EXERCISE OBJECTIVE: Every line in the entries where "moving" is found should be copied.

•••

def _funnel_structure(flat: np.ndarray, bounds: np.ndarray, j: int, affected: list, log_ratio: np.ndarray):
    """Whether the draws show a funnel along ``j`` (not a parameter merely correlated with the scale); and a hint.

    A funnel needs several parameters (two or more; the only other one when
    d = 2) whose spread shrinks together toward one end of ``j``, and ``j`` a
    scale by type: positive (:func:`walktune.funnel_advice.positive_type`) with
    the spread shrinking toward 0, or unbounded (a log-scale) with no positive
    parameter among those it affects: where a positive parameter's own spread
    changes along ``j``, that parameter is the likelier scale and ``j`` one
    that moves with it (a group effect far from its location needs a wide
    scale). Returns ``(structural, index of that positive parameter or None)``.
    """
    sign = 1.0 if np.median(log_ratio[affected]) >= 0 else -1.0
    together = [i for i in affected if np.sign(log_ratio[i]) == sign]
    if len(together) < min(2, flat.shape[1] - 1):
        return False, None
    if positive_type(flat, bounds, j):
        return bool(sign > 0), None
    if np.isfinite(bounds[j]).any():
        return False, None
    positive = [i for i in affected if positive_type(flat, bounds, i)]
    return (not positive), (positive[0] if positive else None)


def _probe_values(column: np.ndarray, low: float, high: float, reach: float, floor: float = 0.0) -> np.ndarray:
    """Values ``reach`` spreads either side of the draws' centre of one parameter, (2,).

    A bounded parameter is probed in the coordinate that opens its range to
    the whole line (log, or logit between two bounds; :mod:`walktune.reparam`),
    where a scale parameter's funnel is as wide as in its logarithm. ``floor``
    is a lower limit on the spread there (from the curvature, so that chains
    stuck in a funnel's neck do not hide the funnel).
    """
    kind = candidates(low, high)[-1]
    with np.errstate(divide="ignore", invalid="ignore"):
        u = forward(kind, column, low, high)
    u = u[np.isfinite(u)]
    spread = max(float(np.std(u)), floor)
    return inverse(kind, float(np.mean(u)) + np.array([-reach, reach]) * spread, low, high)


def _on_ridge(centre: np.ndarray, covariance: np.ndarray, index: int, values: np.ndarray, lowest: np.ndarray,
             highest: np.ndarray) -> np.ndarray:
    """Points (len(values), d) where parameter ``index`` takes ``values`` and the others their linear conditional mean.

    Probing along the regression line of the others on the candidate keeps the
    probe inside the posterior: a correlated posterior (a regression with an
    uncentred covariate) moved along one axis alone leaves it, and its
    curvature there says nothing about the draws. The others are kept within
    the range of their draws (``lowest``, ``highest``, shape (d,)), inside any bound.
    """
    slope = covariance[:, index] / covariance[index, index]
    points = np.clip(centre + np.outer(np.asarray(values) - centre[index], slope), lowest, highest)
    points[:, index] = values
    return points


def _local_sd(log_density, point: np.ndarray, sd: np.ndarray) -> np.ndarray:
    """``(-d^2 log p / d theta_i^2)^{-1/2}`` per parameter by central differences (step 1e-3 sd_i); NaN where not concave."""
    d = point.shape[0]
    f0 = log_density(point)
    out = np.full(d, np.nan)
    for i in range(d):
        h = 1e-3 * sd[i]
        step = np.zeros(d)
        step[i] = h
        second = (log_density(point + step) - 2 * f0 + log_density(point - step)) / h**2
        if np.isfinite(second) and second < 0:
            out[i] = 1.0 / np.sqrt(-second)
    return out


def curvature_probe_cost(d: int, candidates: int = 1) -> int:
    """Evaluations :func:`funnel_findings_from_curvature` makes to screen every parameter and examine ``candidates``.

    ``(2 d + 1)`` per point: the centre and two points per parameter to
    screen, then two points along the candidate's axis and two at the medians
    of the draws' fifths per candidate examined.
    """
    return (2 * d + 1) * (2 * d + 1 + 4 * candidates)


def _screen(log_density, flat, bounds, centre, covariance, sd, local, spread, reach, threshold) -> list:
    """Candidates ``(j, log size, affected, probe values, sign, log ratios)`` from the ridge probe, strongest first."""
    d = flat.shape[1]
    found = []
    for j in range(d):
        low, high = bounds[j]
        kind = candidates(low, high)[-1]
        with np.errstate(divide="ignore", invalid="ignore"):
            opening = np.exp(-log_jacobian(kind, forward(kind, centre[j], low, high), low, high))  # du/dtheta
        widest = max(local[j], 0.0 if spread is None else float(spread[j]))
        floor = float(np.nan_to_num(widest * opening, nan=0.0, posinf=0.0))
        values = _probe_values(flat[:, j], low, high, reach, floor=floor)
        points = _on_ridge(centre, covariance, j, values, flat.min(axis=0), flat.max(axis=0))
        with np.errstate(divide="ignore", invalid="ignore"):
            log_ratio = np.log(_local_sd(log_density, points[1], sd) / _local_sd(log_density, points[0], sd))
        log_ratio[j] = 0.0
        affected = [i for i in range(d) if np.isfinite(log_ratio[i]) and abs(log_ratio[i]) >= np.log(threshold)]
        if affected and len(affected) >= (d - 1) / 2:
            sign = 1.0 if np.median(log_ratio[affected]) >= 0 else -1.0
            found.append((j, float(np.median(np.abs(log_ratio[affected]))), affected, values, sign, log_ratio))
    return sorted(found, key=lambda c: -c[1])


def _sets_the_spread(log_density, centre, sd, j, values, affected, sign, threshold) -> bool:
    """Whether moving parameter ``j`` alone (the others at the draws' centre) changes the affected spreads.

    The ridge probe moves the others with ``j``; a group effect far from its
    location drags the group scale along and seems to set every spread. The
    scale itself changes the others' curvature with nothing else moving: at
    least half of the affected spreads must change the same way, by at least
    ``sqrt(threshold)``-fold, between the two probe values of ``j``.
    """
    points = np.tile(centre, (2, 1))
    points[:, j] = values
    with np.errstate(divide="ignore", invalid="ignore"):
        log_ratio = sign * np.log(_local_sd(log_density, points[1], sd) / _local_sd(log_density, points[0], sd))
    follows = [i for i in affected if np.isfinite(log_ratio[i]) and log_ratio[i] >= 0.5 * np.log(threshold)]
    return len(follows) >= max(1.0, len(affected) / 2)


def _neck_within_draws(log_density, flat, centre, covariance, sd, j, affected, sign, threshold, confirmation,
                       structural, log_ratio) -> bool:
    """Whether a confirmed funnel of a centred hierarchy changes the spreads ``sqrt(threshold)``-fold within the
    draws' 5% and 95% points of ``j``, though less between the medians of their fifths.

    A centred hierarchy's draws thin out towards its neck (Papaspiliopoulos, Roberts and Skold 2007), so the
    fifths' medians can sit inside the wide end: the farm hierarchy of tests/test_funnel_models.py, seed 2,
    predicts 1.97-fold between them and 2.36-fold between the 5% and 95% points, where the non-centred kiln demo
    (tests/test_geometry.py), whose data pin the effects, predicts 1.35 and 1.5-1.6.
    """
    if not (confirmation["confirmed"] and structural and effect_group(flat, j, affected, log_ratio) is not None):
        return False
    ends = np.quantile(flat[:, j], [0.05, 0.95])
    points = _on_ridge(centre, covariance, j, ends, flat.min(axis=0), flat.max(axis=0))
    with np.errstate(divide="ignore", invalid="ignore"):
        change = sign * np.log(_local_sd(log_density, points[1], sd) / _local_sd(log_density, points[0], sd))
    change = change[affected]
    return bool(np.any(np.isfinite(change)) and np.nanmedian(change) >= 0.5 * np.log(threshold))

•••

SOLUTION FOR THIS PROBLEM:
    """Whether moving parameter ``j`` alone (the others at the draws' centre) changes the affected spreads.
    scale itself changes the others' curvature with nothing else moving: at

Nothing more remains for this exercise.